Your objective:
Report every line of the records that contains the word "passes".

Data extract:
◇ ◇ ◇
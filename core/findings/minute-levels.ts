import type { Series } from '../timeline/series.ts'

const MINUTE_MS = 60_000

/** Mean of each minute that has readings; times are the minutes' beginnings. Linear. */
export function minuteLevels(series: Series): Series {
  const t: number[] = []
  const v: number[] = []
  let minute = Number.NaN
  let sum = 0
  let n = 0
  for (let i = 0; i <= series.t.length; i++) {
    const m = i < series.t.length ? Math.floor(series.t[i]! / MINUTE_MS) : Number.NaN
    if (m !== minute) {
      if (n > 0) {
        t.push(minute * MINUTE_MS)
        v.push(sum / n)
      }
      minute = m
      sum = 0
      n = 0
    }
    if (i < series.t.length) {
      sum += series.v[i]!
      n++
    }
  }
  return { t: Float64Array.from(t), v: Float64Array.from(v) }
}
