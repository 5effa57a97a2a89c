import { lowerBound, usualInterval } from '../timeline/series.ts'
import type { Timeline, TimelineTrip } from '../timeline/timeline.ts'
import { levelBetween } from './levels.ts'

/** Two devices opened together when their times, as people and loggers write them, lie no further apart. */
const TOGETHER_MS = 60_000
/** An interval wider than this is too vague to call anything together. */
const VAGUE_MS = 10 * 60_000
/** EN 50160 (from memory): supply voltage stays within 10 % of the declared one; outside is an event. */
const VOLTAGE_BAND = 0.1

/** Which other devices opened at the time of the trip, by reference, and `supply` when the voltage left its band just before. */
export function sharedWith(timeline: Timeline, trip: TimelineTrip): string[] {
  if (trip.to - trip.from > VAGUE_MS) return []
  const refs = new Set<string>()
  for (const other of timeline.otherTrips) {
    if (other.to - other.from > VAGUE_MS) continue
    if (other.from - TOGETHER_MS <= trip.to && other.to + TOGETHER_MS >= trip.from) refs.add(other.rcd)
  }
  const shared = [...refs].sort()
  if (voltageEvent(timeline, trip)) shared.push('supply')
  return shared
}

/** A reading out of band in the last seconds before the trip; afterwards the open device itself takes the voltage away. */
function voltageEvent(timeline: Timeline, trip: TimelineTrip): boolean {
  const { voltage } = timeline
  if (voltage === null || trip.to !== trip.from) return false
  const interval = usualInterval(voltage)
  const usual = levelBetween(voltage, trip.from - 3_600_000, trip.from - 60_000, 3)
  if (Number.isNaN(usual) || Number.isNaN(interval) || usual <= 0) return false
  const end = lowerBound(voltage.t, trip.from)
  for (let i = end - 1; i >= 0 && trip.from - voltage.t[i]! <= Math.max(10_000, 1.5 * interval); i--) {
    const off = Math.abs(voltage.v[i]! - usual)
    // About nothing is the device open on a clock that runs a little ahead, not an event of the supply.
    if (off > VOLTAGE_BAND * usual && voltage.v[i]! > 0.1 * usual) return true
  }
  return false
}
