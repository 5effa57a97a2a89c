import type { Headroom } from '../contract/findings.ts'
import { CoreError } from '../errors.ts'
import { type GeneralisedPareto, generalisedPareto } from '../statistics/generalised-pareto.ts'
import type { Series } from '../timeline/series.ts'
import { totalMs } from '../timeline/spans.ts'
import type { Timeline } from '../timeline/timeline.ts'
import { type HeldLevels, heldQuantile } from './standing.ts'
import { rounded } from './words.ts'

const MINUTE_MS = 60_000
const WEEK_MS = 7 * 24 * 60 * MINUTE_MS
/** Thresholds tried, as shares of the time below them; the highest that leaves spells enough is taken. */
const THRESHOLDS = [0.995, 0.99, 0.98, 0.95, 0.9] as const
/** Spells above the threshold with less than this between them are one: what lifted the level is the same. */
const APART_MS = 60 * MINUTE_MS
/** Fewer spells, or less logged time, do not carry a tail. */
const LEAST_SPELLS = 30
const LEAST_LOGGED_MS = 3 * 24 * 60 * MINUTE_MS
/** A trip current further above the threshold than so many times the greatest exceedance is nothing the log can speak of. */
const FARTHEST = 3
/** A reading this near before a trip is the trip's own rise: the spell ended there, but where it would have gone nobody knows. */
const BEFORE_TRIP_MS = 150_000
/** From this shape on the tail is heavier than any residual current: two kinds of spells are mixed, and nothing can be foretold. */
const HEAVIEST = 0.5
/** Half of the 90 % point of chi-squared with one degree of freedom: how far a profile may fall within its interval. */
const FALL = 2.7055 / 2
/** Shapes that a profile looks through, and the least chance of one spell that is told from none. */
const SHAPES = Array.from({ length: 73 }, (_, i) => -0.9 + i * 0.02)
const LEAST_CHANCE = 1e-9

/**
 * How often the level passes the trip current by itself, beyond what the log has seen: peaks of the spells above a high quantile, spells
 * an hour apart so that each counts once (runs declustering), with a generalised Pareto distribution fitted to what they exceed it by.
 * Spells that a trip cut short are left out of the fit. 90 % interval by the profile likelihood of the chance that one spell
 * passes, and by the count of spells. Null where the data are not enough. Linear in readings.
 *
 * @see Davison & Smith (1990), J. R. Statist. Soc. B 52, 393-442
 * @see Coles (2001), An Introduction to Statistical Modeling of Extreme Values, section 4.3.3
 */
export function levelTail(
  timeline: Timeline,
  levels: HeldLevels,
  tripMa: number,
): NonNullable<Headroom['tail']> | null {
  const { leakage, logged } = timeline
  const loggedMs = totalMs(logged)
  if (leakage === null || loggedMs < LEAST_LOGGED_MS) return null
  for (const share of THRESHOLDS) {
    const threshold = heldQuantile(levels, share)
    const peaks = spellPeaks(timeline, leakage, threshold)
    if (peaks.length < LEAST_SPELLS) continue
    const over = tripMa - threshold
    if (over <= 0) return null
    const exceeded = peaks.map((peak) => peak - threshold)
    if (over > FARTHEST * Math.max(...exceeded)) return null
    const fit = fitted(exceeded)
    if (fit === null || fit.shape >= HEAVIEST) return null
    const spellsPerWeek = (peaks.length * WEEK_MS) / loggedMs
    const chance = chanceOver(fit, over)
    const { low, high } = chanceInterval(exceeded, over, chance)
    // the count of spells is uncertain by a share of 1/√n; both together on the scale of logarithms
    const counted = 1.645 / Math.sqrt(peaks.length)
    const wider = (bound: number): number =>
      bound <= 0 || chance <= 0
        ? bound
        : chance * Math.exp(Math.sign(bound - chance) * Math.hypot(Math.log(bound / chance), counted))
    return {
      exceedMa: rounded(tripMa),
      perWeek: rounded(spellsPerWeek * chance),
      shape: rounded(fit.shape),
      low: rounded(spellsPerWeek * wider(low)),
      high: rounded(spellsPerWeek * Math.min(1, wider(high))),
      scale: rounded(fit.scale),
      thresholdMa: rounded(threshold),
      spells: peaks.length,
    }
  }
  return null
}

/** Greatest reading of each spell above the threshold while the device was closed; spells that end in a trip are left out. */
function spellPeaks({ trips, energised }: Timeline, { t, v }: Series, threshold: number): number[] {
  const peaks: number[] = []
  let peak = Number.NEGATIVE_INFINITY
  let last = Number.NEGATIVE_INFINITY
  let k = 0
  let e = 0
  const close = (): void => {
    if (peak === Number.NEGATIVE_INFINITY) return
    while (k < trips.length && trips[k]!.to < last) k++
    const cut = k < trips.length && trips[k]!.from - last <= BEFORE_TRIP_MS
    if (!cut) peaks.push(peak)
    peak = Number.NEGATIVE_INFINITY
  }
  for (let i = 0; i < t.length; i++) {
    if (!(v[i]! > threshold)) continue
    while (e < energised.length && energised[e + 1]! <= t[i]!) e += 2
    if (e >= energised.length) break
    if (t[i]! < energised[e]!) continue
    if (t[i]! - last > APART_MS) close()
    peak = Math.max(peak, v[i]!)
    last = t[i]!
  }
  close()
  return peaks
}

function fitted(exceeded: readonly number[]): GeneralisedPareto | null {
  try {
    return generalisedPareto(exceeded)
  } catch (error) {
    // Peaks all alike, or a likelihood without a maximum, are no tail.
    if (error instanceof CoreError && (error.code === 'zero_spread' || error.code === 'no_convergence')) return null
    throw error
  }
}

/** Chance that one exceedance passes `over`. */
function chanceOver({ shape, scale }: Pick<GeneralisedPareto, 'shape' | 'scale'>, over: number): number {
  if (Math.abs(shape) < 1e-9) return Math.exp(-over / scale)
  const base = 1 + (shape * over) / scale
  return base <= 0 ? 0 : base ** (-1 / shape)
}

/** The chances whose best likelihood, over all shapes, falls no more than `FALL` below the greatest. */
function chanceInterval(y: readonly number[], over: number, best: number): { low: number; high: number } {
  const top = profileAt(y, over, Math.max(LEAST_CHANCE, best))
  const holds = (logChance: number): boolean => profileAt(y, over, Math.exp(logChance)) >= top - FALL
  const middle = Math.log(Math.max(LEAST_CHANCE, best))
  const low = holds(Math.log(LEAST_CHANCE)) ? 0 : Math.exp(edge(holds, middle, Math.log(LEAST_CHANCE)))
  const high = Math.exp(holds(-1e-6) ? 0 : edge(holds, middle, -1e-6))
  return { low, high }
}

/** Where `holds` turns false between a place where it holds and one where it does not, by halving. */
function edge(holds: (x: number) => boolean, inside: number, outside: number): number {
  let [a, b] = [inside, outside]
  for (let step = 0; step < 30; step++) {
    const middle = (a + b) / 2
    if (holds(middle)) a = middle
    else b = middle
  }
  return a
}

/** Greatest log likelihood of the exceedances under a chance of passing `over`, over the shapes. */
function profileAt(y: readonly number[], over: number, chance: number): number {
  let best = Number.NEGATIVE_INFINITY
  for (const shape of SHAPES) {
    const isFlat = Math.abs(shape) < 1e-6
    const scale = isFlat ? -over / Math.log(chance) : (shape * over) / (chance ** -shape - 1)
    let sum = -y.length * Math.log(scale)
    for (const x of y) {
      const base = 1 + (shape * x) / scale
      if (base <= 0) {
        sum = Number.NEGATIVE_INFINITY
        break
      }
      sum -= isFlat ? x / scale : (1 + 1 / shape) * Math.log(base)
    }
    if (sum > best) best = sum
  }
  return best
}
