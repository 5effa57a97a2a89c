import type { Whoami } from '../../core/contract/keys.ts'
import { CallError, call } from './call.ts'

/** Who is signed in; null for nobody. */
export async function whoAmI(signal?: AbortSignal): Promise<Whoami | null> {
  try {
    return await call<Whoami>('/session', { signal })
  } catch (error) {
    if (error instanceof CallError && error.status === 401) return null
    throw error
  }
}

/** Signs the page in; the key goes to the server once and is kept nowhere here. */
export async function signIn(key: string): Promise<Whoami> {
  return call<Whoami>('/session', { method: 'POST', body: { key } })
}

export async function signOut(): Promise<void> {
  await call<void>('/session', { method: 'DELETE' })
}

/** Takes a key out of `#key=…` and out of the address at once, so that it stays in no history. */
export function takeKeyFromAddress(): string | null {
  const key = new URLSearchParams(location.hash.slice(1)).get('key')
  if (key === null) return null
  history.replaceState(null, '', location.pathname + location.search)
  return key.trim() || null
}
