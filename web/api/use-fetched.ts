import { useEffect, useRef, useState } from 'preact/hooks'
import { isAbort } from './call.ts'

/** What a part of the page knows: the last good value stays while a new one is fetched or the network is away. */
export interface Fetched<T> {
  readonly value: T | null
  readonly error: unknown
  readonly busy: boolean
}

/**
 * Fetches when `key` changes (a null key waits) and once more for every `version`. Keeps the old value while a new
 * version of the same key comes; drops it when the key changes, unless `keep` is set.
 */
export function useFetched<T>(
  key: string | null,
  version: number,
  fetcher: (signal: AbortSignal) => Promise<T>,
  keep = false,
): Fetched<T> {
  const [state, setState] = useState<Fetched<T> & { key: string | null }>({ key, value: null, error: null, busy: true })
  const latest = useRef(fetcher)
  latest.current = fetcher
  useEffect(() => {
    if (key === null) return
    const aborter = new AbortController()
    setState((old) => ({ key, value: old.key === key || keep ? old.value : null, error: null, busy: true }))
    latest.current(aborter.signal).then(
      (value) => setState({ key, value, error: null, busy: false }),
      (error: unknown) => {
        if (!isAbort(error)) setState((old) => ({ ...old, key, error, busy: false }))
      },
    )
    return () => aborter.abort()
  }, [key, version, keep])
  return state.key === key || keep ? state : { value: null, error: null, busy: true }
}
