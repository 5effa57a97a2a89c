import type { Proof } from '../contract/findings.ts'
import { writeInstant } from '../contract/primitives.ts'
import { gammaPoisson, noEventProbability, predictiveCdf, quietExposure } from '../statistics/gamma-poisson.ts'
import { ruleOfThree } from '../statistics/rule-of-three.ts'
import { measureWithin } from '../timeline/spans.ts'
import type { Timeline } from '../timeline/timeline.ts'
import { episodes } from './episodes.ts'
import { countOf, duration, figure, rounded, sentence } from './words.ts'

const HOUR_MS = 3_600_000
const SURE = 0.95

/**
 * Is it fixed (methods.md §10): energised hours without a trip since the latest remedy, the chance of that spell had
 * nothing changed, and the hours still needed for 95 %. The rate before is a gamma–Poisson belief with Jeffreys' prior.
 */
export function proof(timeline: Timeline): Proof {
  const remedyAt = latestRemedy(timeline)
  if (remedyAt === null) {
    return { remedyAt: null, quietHours: null, confidenceFixed: null, hoursTo95: null, text: 'No remedy is recorded.' }
  }
  const counted = episodes(timeline.trips)
  const before = counted.filter((trip) => trip.to <= remedyAt).length
  // A trip somewhere round the remedy says nothing either way.
  const after = counted.filter((trip) => trip.from >= remedyAt)
  const hoursBefore = measureWithin(timeline.energised, timeline.from, remedyAt) / HOUR_MS
  const hoursAfter = measureWithin(timeline.energised, remedyAt, timeline.to) / HOUR_MS
  const last = after.at(-1)
  const quiet = last === undefined ? hoursAfter : measureWithin(timeline.energised, last.to, timeline.to) / HOUR_MS
  const base = { remedyAt: writeInstant(remedyAt), quietHours: rounded(quiet) }
  if (after.length > 0) {
    return {
      ...base,
      confidenceFixed: 0,
      hoursTo95: null,
      text: notFixed(before, hoursBefore, after.length, hoursAfter),
    }
  }
  if (before === 0 || hoursBefore <= 0) {
    const limit =
      quiet > 0 ? ` With 95 % odds there are now fewer than ${figure(ruleOfThree(quiet) * 168)} a week.` : ''
    return {
      ...base,
      confidenceFixed: null,
      hoursTo95: null,
      text: `No trip is recorded before the remedy, so the quiet ${duration(quiet)} since have nothing to be set against.${limit}`,
    }
  }
  const belief = gammaPoisson(before, hoursBefore)
  const unchanged = noEventProbability(belief, quiet)
  const left = Math.max(0, quietExposure(belief, 1 - SURE) - quiet)
  const rest = left > 0 ? ` ${sentence(duration(left))} more without one make it 95 %.` : ''
  return {
    ...base,
    confidenceFixed: rounded(1 - unchanged),
    hoursTo95: rounded(left),
    text: `${sentence(duration(quiet))} under supply without a trip since the remedy. Before it there were ${countOf(before, 'trip')} in ${duration(hoursBefore)}; had nothing changed, so long a quiet spell had a chance of ${figure(unchanged)}.${rest}`,
  }
}

function notFixed(before: number, hoursBefore: number, after: number, hoursAfter: number): string {
  const since = `${sentence(countOf(after, 'trip'))} in ${duration(hoursAfter)} since the remedy: it is not fixed.`
  if (before === 0 || hoursBefore <= 0) return since
  const chance = predictiveCdf(gammaPoisson(before, hoursBefore), hoursAfter, after)
  const fewer =
    chance < 0.05
      ? ` Fewer than before all the same: so few had a chance of ${figure(chance)} had nothing changed.`
      : ''
  return `${since} Before it there were ${countOf(before, 'trip')} in ${duration(hoursBefore)}.${fewer}`
}

/** The latest remedy of this device, its circuits or loads, within the span; one of nothing in particular counts too. */
function latestRemedy(timeline: Timeline): number | null {
  const own = new Set(timeline.things.map((thing) => thing.of))
  let latest: number | null = null
  for (const remedy of timeline.remedies) {
    const meant =
      remedy.of !== undefined ? own.has(remedy.of) : remedy.rcd === undefined || remedy.rcd === timeline.rcd.ref
    if (meant && remedy.at < timeline.to && (latest === null || remedy.at > latest)) latest = remedy.at
  }
  return latest
}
◇ ◇ ◇
Solution to the problem:
 * How often the level passes the trip current by itself, beyond what the log has seen: peaks of the spells above a high quantile, spells
 * passes, and by the count of spells. Null where the data are not enough. Linear in readings.
/** Chance that one exceedance passes `over`. */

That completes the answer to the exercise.